# Montgomery ward wood stove 74AS7302A



## David61 (Oct 5, 2014)

How do I know how old this model is. Also need a good vendor for a few replacement pieces.


----------



## BrotherBart (Oct 5, 2014)

Best bet is that it is the US Stove version of a Franklin fireplace stove that Ward sold a bazillion of during the fuel crunch in the mid seventies. I had one. Craigslist is the best source of parts. People sell them there all the time.


----------



## BrotherBart (Oct 5, 2014)

Does it look like this?


----------



## David61 (Oct 6, 2014)

BrotherBart said:


> Does it look like this?


No, I'm traveling now for a week with no pictures yet . Single burner, pig shape, top slides to the left. Six windows in the front door, 28 embossed behind the chimney, probably 30 inches tall. I need the screen and plastic sheet for the windows.


----------



## fossil (Oct 6, 2014)

It's not plastic, it's mica.


----------



## David61 (Oct 6, 2014)

fossil said:


> It's not plastic, it's mica.


Thanks for the lesson.


----------



## fossil (Oct 6, 2014)

If you're thinking of decoration, you can put whatever in there.  If your plan is to burn in it, you'll need to use mica sheets.  They are available.


----------



## David61 (Oct 6, 2014)

No decorating, I want to use it in a pole barn with a sealed concrete floor. When I look for parts, there are no listings for MW 74AS7302A.


----------



## fossil (Oct 6, 2014)

Yeah, I don't know anything about your stove, but helped my cousin restore a different old stove that had the mica windows.  He was able to buy some sheets from an eBay vendor and trim them to fit.  I've heard of other folks actually retrofitting modern pyroceram into old stoves, but that's much more expensive, as each pane must be custom cut by a commercial supplier, then the stove has to be modified to accommodate them.  I'd definitely find some mica if I were doing it.  The screens should be easy enough to make from a fine mesh stainless steel hardware cloth.  Rick


----------



## David61 (Oct 6, 2014)

fossil said:


> Yeah, I don't know anything about your stove, but helped my cousin restore a different old stove that had the mica windows.  He was able to buy some sheets from an eBay vendor and trim them to fit.  I've heard of other folks actually retrofitting modern pyroceram into old stoves, but that's much more expensive, as each pane must be custom cut by a commercial supplier, then the stove has to be modified to accommodate them.  I'd definitely find some mica if I were doing it.  The screens should be easy enough to make from a fine mesh stainless steel hardware cloth.  Rick


Thanks for your help Rick. One more please, I'm hearing pig stove when asking the locals. How is a stove size determined? Front to back of the inside of the box or top to bottom of the interior?


----------



## fossil (Oct 6, 2014)

Never heard the term "pig stove".  The only stove size we typically talk about around here is the interior volume of the firebox, in cubic feet.  We frequently discuss exterior dimensions, of course, when it comes to installation details and clearances to combustibles, but as far as the opening of a stove discussion goes, we're talking like, "Oh yeah, that's a 1.4 ft³ stove, right?" or words to that effect.  I'd love to see a pic of your stove so I understand what we're talking about.  Rick

The only thing that pops into my mind with the term "pig stove" is something like the Vogelzang Boxwood, because of its shape, but I don't think that's what you're talking about.

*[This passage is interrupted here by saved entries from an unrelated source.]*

/// Measures a caustic around the probe field and fits M² per axis.
///
/// # Errors
/// [`Error::OutOfRange`] for a non-positive or non-finite span, fewer than
/// 3 planes or a non-finite centre; [`Error::Physics`] if a plane has no
/// power.
pub fn caustic(field: &Field, options: &CausticOptions) -> Result<Caustic> {
    let CausticOptions {
        span_m,
        planes,
        centre_m,
    } = *options;
    if !(span_m.is_finite() && span_m > 0.0) {
        return Err(Error::out_of_range(
            "caustic span",
            format!("{span_m} m"),
            "expected a positive, finite length",
        ));
    }
    if !centre_m.is_finite() {
        return Err(Error::out_of_range(
            "caustic centre",
            format!("{centre_m} m"),
            "expected a finite length",
        ));
    }
    if planes < 3 {
        return Err(Error::out_of_range(
            "caustic planes",
            planes,
            "expected at least 3 (ISO 11146 asks for at least 10)",
        ));
    }
    let mut warnings = Vec::new();
    if planes < 10 {
        warnings.push(format!(
            "only {planes} caustic planes; ISO 11146 asks for at least 10"
        ));
    }
    let lo = centre_m - span_m / 2.0;
    let hi = centre_m + span_m / 2.0;
    let mut scanner = Scanner::new(field);

    // Pilot planes, evenly spaced over the span.
    let n_pilot = (planes / 4).max(5).min(planes);
    let mut zs: Vec<f64> = (0..n_pilot)
        .map(|i| lo + (hi - lo) * i as f64 / (n_pilot - 1).max(1) as f64)
        .collect();
    let mut measured: Vec<(f64, Moments, Method)> = Vec::with_capacity(planes);
    for &z in &zs {
        let (m, method) = scanner.measure(z)?;
        measured.push((z, m, method));
    }

    // Remaining planes, placed as ISO 11146 recommends about the pilot fit.
    let rest = planes - n_pilot;
    if rest > 0 {
        let pz: Vec<f64> = measured.iter().map(|p| p.0).collect();
        let fx = fit_axis(
            &pz,
            &measured
                .iter()
                .map(|p| p.1.d4sigma_m[0])
                .collect::<Vec<_>>(),
            scanner.lambda,
        );
        let fy = fit_axis(
            &pz,
            &measured
                .iter()
                .map(|p| p.1.d4sigma_m[1])
                .collect::<Vec<_>>(),
            scanner.lambda,
        );
        let extra = if fx.valid && fy.valid {
            let z0 = 0.5 * (fx.waist_z_m + fy.waist_z_m);
            let zr = (fx.rayleigh_m * fy.rayleigh_m).sqrt();
            iso_placement(&pz, lo, hi, z0, zr, planes, rest).unwrap_or_else(|why| {
                warnings.push(format!("ISO 11146 plane placement not possible ({why}); remaining planes spread evenly"));
                even_between(lo, hi, n_pilot, rest)
            })
        } else {
            warnings.push(
                "pilot fit found no waist in the span; remaining planes spread evenly".into(),
            );
            even_between(lo, hi, n_pilot, rest)
        };
        for z in extra {
            let (m, method) = scanner.measure(z)?;
            measured.push((z, m, method));
        }
    }
    measured.sort_by(|a, b| a.0.total_cmp(&b.0));
    zs.clear();
    zs.extend(measured.iter().map(|p| p.0));

    // Fit axes: a shared principal orientation, modulo 90°.
    let (mut c4, mut s4, mut weight) = (0.0, 0.0, 0.0);
    for (_, m, _) in &measured {
        let sum = m.sigma2_m2[0] + m.sigma2_m2[1];
        if sum > 0.0 {
            let a = (m.sigma2_m2[0] - m.sigma2_m2[1]) / sum;
            let b = 2.0 * m.sigma_xy_m2 / sum;
            c4 += a * a - b * b;
            s4 += 2.0 * a * b;
            weight += a * a + b * b;
        }
    }
    let theta = if (c4 * c4 + s4 * s4).sqrt() > 1e-6 * measured.len() as f64 {
        0.25 * s4.atan2(c4)
    } else {
        0.0
    };
    let _ = weight;
    let d4sigma_m: Vec<[f64; 2]> = measured
        .iter()
        .map(|(_, m, _)| {
            [
                4.0 * m.sigma2_along_m2(theta).max(0.0).sqrt(),
                4.0 * m
                    .sigma2_along_m2(theta + std::f64::consts::FRAC_PI_2)
                    .max(0.0)
                    .sqrt(),
            ]
        })
        .collect();
    let fit = [0, 1].map(|axis| {
        let d: Vec<f64> = d4sigma_m.iter().map(|d| d[axis]).collect();
        fit_axis(&zs, &d, scanner.lambda)
    });
    for (axis, f) in ["u", "v"].iter().zip(&fit) {
        if !f.valid {
            warnings.push(format!(
                "caustic fit along {axis} does not describe a beam (needs C > 0 and 4AC > B²); extend the span or add planes"
            ));
        } else {
            if f.waist_z_m < lo || f.waist_z_m > hi {
                warnings.push(format!(
                    "fitted waist along {axis} at z = {:.4e} m lies outside the scanned span [{lo:.4e}, {hi:.4e}] m; M² is extrapolated",
                    f.waist_z_m
                ));
            }
            let near = zs
                .iter()
                .filter(|&&z| (z - f.waist_z_m).abs() <= f.rayleigh_m)
                .count();
            let far = zs
                .iter()
                .filter(|&&z| (z - f.waist_z_m).abs() >= 2.0 * f.rayleigh_m)
                .count();
            if near * 4 < zs.len() || far * 4 < zs.len() {
                warnings.push(format!(
                    "along {axis}: {near} planes within zR and {far} beyond 2zR of the waist (zR = {:.4e} m); ISO 11146 asks for about half each",
                    f.rayleigh_m
                ));
            }
            let mean_d = d4sigma_m
                .iter()
                .map(|d| d[if *axis == "u" { 0 } else { 1 }])
                .sum::<f64>()
                / zs.len() as f64;
            if f.residual_rms_m > 0.02 * mean_d {
                warnings.push(format!(
                    "caustic fit along {axis} has an RMS residual of {:.1} % of the mean diameter; the beam may not follow a hyperbola",
                    100.0 * f.residual_rms_m / mean_d
                ));
            }
        }
    }
    let fresnel: Vec<f64> = measured
        .iter()
        .filter(|p| p.2 == Method::Fresnel)
        .map(|p| p.0)
        .collect();
    if !fresnel.is_empty() {
        warnings.push(format!(
            "{} caustic planes beyond the critical distance n·dx²/λ = {:.4e} m used the single-FFT Fresnel transform (output spacing λ|z|/(n·dx))",
            fresnel.len(),
            scanner.critical_m
        ));
    }
    if scanner.max_removed_fraction > 1e-3 {
        warnings.push(format!(
            "the angular-spectrum band limit or evanescent cut removed up to {:.2e} of the power at a caustic plane; wide-angle content is not represented",
            scanner.max_removed_fraction
        ));
    }
    let not_converged = measured.iter().filter(|p| !p.1.converged).count();
    if not_converged > 0 {
        warnings.push(format!(
            "ISO 11146 width iteration did not converge at {not_converged} caustic planes"
        ));
    }
    let crowded: Vec<f64> = measured
        .iter()
        .filter(|p| {
            p.1.window_power_fraction < 1.0 - 1e-3 || window_leaves_grid(&p.1, p.2, &scanner, p.0)
        })
        .map(|p| p.0)
        .collect();
    if !crowded.is_empty() {
        warnings.push(format!(
            "at {} caustic planes (first z = {:.4e} m) the ISO integration area reaches the grid edge; the beam outgrows the window there and widths are unreliable",
            crowded.len(),
            crowded[0]
        ));
    }
    let methods = measured.iter().map(|p| p.2).collect();
    let moments = measured.into_iter().map(|p| p.1).collect();
    Ok(Caustic {
        z_m: zs,
        d4sigma_m,
        moments,
        methods,
        axes_azimuth_rad: theta,
        fit,
        warnings,
    })
}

http://www.northerntool.com/shop/to...i_sku=173896&gclid=CMOelYimmcECFQZrfgodDrYAqg


----------



## EatenByLimestone (Oct 6, 2014)

I haven't heard of a pig stove either, but used to run a pot belly stove with mica in the door.  There are pot bellied pigs so... Maybe?


----------



## BrotherBart (Oct 6, 2014)

Yeah this is the only pig stove I know of.


----------



## David61 (Oct 6, 2014)

Alright Men, check this out. Hope it works, poor signal in this Holiday Inn.


----------



## fossil (Oct 6, 2014)

Do it again with the phone turned 90°


----------



## David61 (Oct 6, 2014)

My plan is to install it in this 1200 sq ft barn. Six ft of stove pipe up then elbow right for eight ft then elbow left for four feet of  pipe equally centered through wall then elbow up to cap. I want to use the heat before I lose it.


----------



## fossil (Oct 6, 2014)

How in the world would you ever clean (sweep) a run of stovepipe like that?  And with a stove like this, you're going to want to pay a lot of attention to keeping that pipe clean inside, because it's going to be a dirty burner..  The more heat you think you're trying to retain in the living space is heat you're robbing from the flue gas stream...all this does is cool the gases down to the point where creosote is condensing out all over the inside of the flue.  I'd seriously re-think this piping plan.  Rick


----------



## David61 (Oct 6, 2014)

Glad I ran it passed you. I want some heat off the pipe and still go through the wall in stead of the roof. Thanks.


----------



## fossil (Oct 6, 2014)

The bulk of the heat this thing is going to provide is going to be from radiation and natural convection from the appliance itself, not the flue pipe. Straight up through the roof is cheaper, more efficient, and easier to keep clean. The single-wall stove pipe you can run from the flue collar to the ceiling support box will give off some (minimal) additional heat. As soon as you penetrate the structure (either straight up or out and up), you must use Class A chimney components (including whatever you choose for penetrating the ceiling/roof, or wall), which are a good deal more expensive than single-wall stove pipe. Ideally ($$$-wise), you'd route the flue to minimize the Class A requirements, and that almost invariably means straight up is your best bang for the buck. Whatever heat you might think you're gaining by having lots of stovepipe wandering around inside will be more than offset by the cost of a lot of Class A chimney to go up outside the wall and the nightmare of trying to keep that thing clean and safe to operate.  Rick


----------



## David61 (Oct 6, 2014)

fossil said:


> The bulk of the heat this thing is going to provide is going to be from radiation and natural convection from the appliance itself, not the flue pipe. Straight up through the roof is cheaper, more efficient, and easier to keep clean. The single-wall stove pipe you can run from the flue collar to the ceiling support box will give off some (minimal) additional heat. As soon as you penetrate the structure (either straight up or out and up), you must use Class A chimney components (including whatever you choose for penetrating the ceiling/roof, or wall), which are a good deal more expensive than single-wall stove pipe. Ideally ($$$-wise), you'd route the flue to minimize the Class A requirements, and that almost invariably means straight up is your best bang for the buck. Whatever heat you might think you're gaining by having lots of stovepipe wandering around inside will be more than offset by the cost of a lot of Class A chimney to go up outside the wall and the nightmare of trying to keep that thing clean and safe to operate.  Rick


Understood, you know your smoke. Thanks again RIck.


----------